Mr. Frog bounded about his shop like a rubber ball. And the worst of it was, he _would_ sing, although Mr. Crow begged him, with tears in his eyes, to stop.

"What's the matter?" Mr. Frog asked him. "Don't you like my voice? Or is it the songs I sing? I've a new one that I'd like to sing for you. It's about one of the Katydid family; and I'm sure you'll enjoy hearing it."

But Mr. Crow wouldn't stay there any longer. With a loud squawk of rage he scurried away. He was sure, then, that Mr. Frog had tricked him.

That night Mr. Crow's committee called on Kiddie Katydid. It was a fine, warm, moonlight night. And as they drew near Farmer Green's place they could hear Kiddie's shrill music, even while they were still a quarter of a mile away.

"He plays better than ever," said Freddie Firefly. "I wish Mr. Crow could hear him." And they hurried on, believing that everything was going to turn out all right, in the end.

"Mr. Crow will be sorry, to-morrow, that he scolded us," said Chirpy Cricket.

But the committee met with a sad disappointment. When they invited Kiddie Katydid to join the Pleasant Valley orchestra he told them that he couldn't.

"Why not?" Freddie Firefly asked.

"I've promised somebody that I wouldn't," Kiddie said.

And though they pressed him for an explanation, he wouldn't give them any.

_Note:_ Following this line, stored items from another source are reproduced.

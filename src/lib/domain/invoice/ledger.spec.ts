// The month's VAT by rate. Directive 2006/112/EC: Article 65 (VAT chargeable on a payment on
// account when it is received), Article 90 (the taxable amount is reduced by what is refunded).
import { describe, expect, it } from 'vitest';
import { vatLedger } from './ledger';

describe('VAT by rate for a month', () => {
	const deposit = { typeCode: 386, vat: [{ rateBp: 2550, base: 4940, amount: 1260 }] };
	const final = {
		typeCode: 380,
		vat: [{ rateBp: 2550, base: 18128, amount: 4623 }],
		prepaidVat: [{ rateBp: 2550, base: 4940, amount: 1260 }]
	};
	const credit = { typeCode: 381, vat: [{ rateBp: 2550, base: 2470, amount: 630 }] };

	it('counts a deposit invoice in full (Article 65)', () => {
		expect(vatLedger([deposit])).toEqual([{ category: 'S', rateBp: 2550, ratePercent: '25.5', base: 4940, vat: 1260 }]);
	});

	it('takes the deposit’s VAT off the final invoice, so nothing is declared twice', () => {
		expect(vatLedger([final])).toEqual([{ category: 'S', rateBp: 2550, ratePercent: '25.5', base: 13188, vat: 3363 }]);
		// Over the two months together: exactly the VAT of the whole supply.
		const both = vatLedger([deposit, final]);
		expect(both).toEqual([{ category: 'S', rateBp: 2550, ratePercent: '25.5', base: 18128, vat: 4623 }]);
	});

	it('counts a credit note negatively (Article 90)', () => {
		expect(vatLedger([deposit, credit])).toEqual([{ category: 'S', rateBp: 2550, ratePercent: '25.5', base: 2470, vat: 630 }]);
		expect(vatLedger([])).toEqual([]);
	});
});

describe('VAT by rate: which documents deduct a deposit, and the order of the rates', () => {
	it('deducts prepaid VAT on a final invoice only, and a final invoice with no deposit counts in full', () => {
		const prepaidVat = [{ rateBp: 2550, base: 4940, amount: 1260 }];
		// A credit note or a deposit invoice that carried a deposit's breakdown by mistake deducts nothing.
		const credit = { typeCode: 381, vat: [{ rateBp: 2550, base: 2470, amount: 630 }], prepaidVat };
		const deposit = { typeCode: 386, vat: [{ rateBp: 2550, base: 4940, amount: 1260 }], prepaidVat };
		expect(vatLedger([credit])).toEqual([{ category: 'S', rateBp: 2550, ratePercent: '25.5', base: -2470, vat: -630 }]);
		expect(vatLedger([deposit])).toEqual([{ category: 'S', rateBp: 2550, ratePercent: '25.5', base: 4940, vat: 1260 }]);
		const noDeposit = { typeCode: 380, vat: [{ rateBp: 2550, base: 18128, amount: 4623 }] };
		expect(vatLedger([noDeposit])).toEqual([{ category: 'S', rateBp: 2550, ratePercent: '25.5', base: 18128, vat: 4623 }]);
	});

	it('lists the rates from the highest down, whatever order the documents bring them in', () => {
		const docs = [1000, 2550, 1400].map((rateBp) => ({ typeCode: 386, vat: [{ rateBp, base: 1000, amount: 100 }] }));
		expect(vatLedger(docs).map((r) => r.ratePercent)).toEqual(['25.5', '14', '10']);
	});
});

describe('VAT by category: reverse charge apart', () => {
	it('keeps reverse-charged supplies (AE) apart from zero-rated ones, and deducts an AE deposit from AE', () => {
		const zero = { typeCode: 380, vat: [{ rateBp: 0, base: 1000, amount: 0 }] };
		const aeDeposit = { typeCode: 386, vat: [{ rateBp: 0, base: 5000, amount: 0, category: 'AE' as const }] };
		const aeFinal = {
			typeCode: 380,
			vat: [{ rateBp: 0, base: 16335, amount: 0, category: 'AE' as const }],
			prepaidVat: [{ rateBp: 0, base: 5000, amount: 0, category: 'AE' as const }]
		};
		expect(vatLedger([aeFinal, zero, deposit(), aeDeposit])).toEqual([
			{ category: 'S', rateBp: 2550, ratePercent: '25.5', base: 4940, vat: 1260 },
			{ category: 'Z', rateBp: 0, ratePercent: '0', base: 1000, vat: 0 },
			{ category: 'AE', rateBp: 0, ratePercent: '0', base: 16335, vat: 0 }
		]);
	});
});

function deposit() {
	return { typeCode: 386, vat: [{ rateBp: 2550, base: 4940, amount: 1260 }] };
}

He wouldn't say another word.

It was a downcast company that left Farmer Green's front yard. And they quarreled among themselves, too, before they parted. For there wasn't one of them that was willing to tell Mr. Crow that Kiddie had declined his invitation.

But they finally hit upon a plan that suited everybody. They agreed to get Mr. Crow's cousin, Jasper Jay, to break the news gently to the old gentleman.

It turned out that Jasper was delighted to undertake the task. He hoped that Mr. Crow would fly into a passion when he heard the sad tale. And Jasper was not disappointed. For old Mr. Crow was furious.

"It's the work of that sly rascal, Mr. Frog!" he squalled. "He must have called on Kiddie Katydid and hoodwinked him somehow.... I'd like to know what he said."

But Mr. Crow never found that out. So Kiddie Katydid had another secret, which was known only to himself and Mr. Frog.

And Mr. Frog wouldn't tell anybody, because he preferred to tease Mr. Crow.

And Kiddie Katydid wouldn't tell anybody, because he liked secrets. So when people tried to pry into the affair, he just folded his wings tightly over himself--and said nothing.

XV

BENJAMIN BAT'S PLAN

Of course, Kiddie Katydid was not always to be found in his favorite nook among the trees in Farmer Green's front yard. Quite often he went skipping about from tree to tree or from bush to bush, sometimes flying and sometimes leaping. It really made little difference to him which mode of travel he used. And he never stopped to think how lucky he was to be able to move so spryly with the help of either his legs or his wings. He took his good fortune as a matter of course.

There was Mr. Frog! He was a famous jumper; but he couldn't fly. And there was Mr. Nighthawk! He was a skillful flier; but he couldn't jump.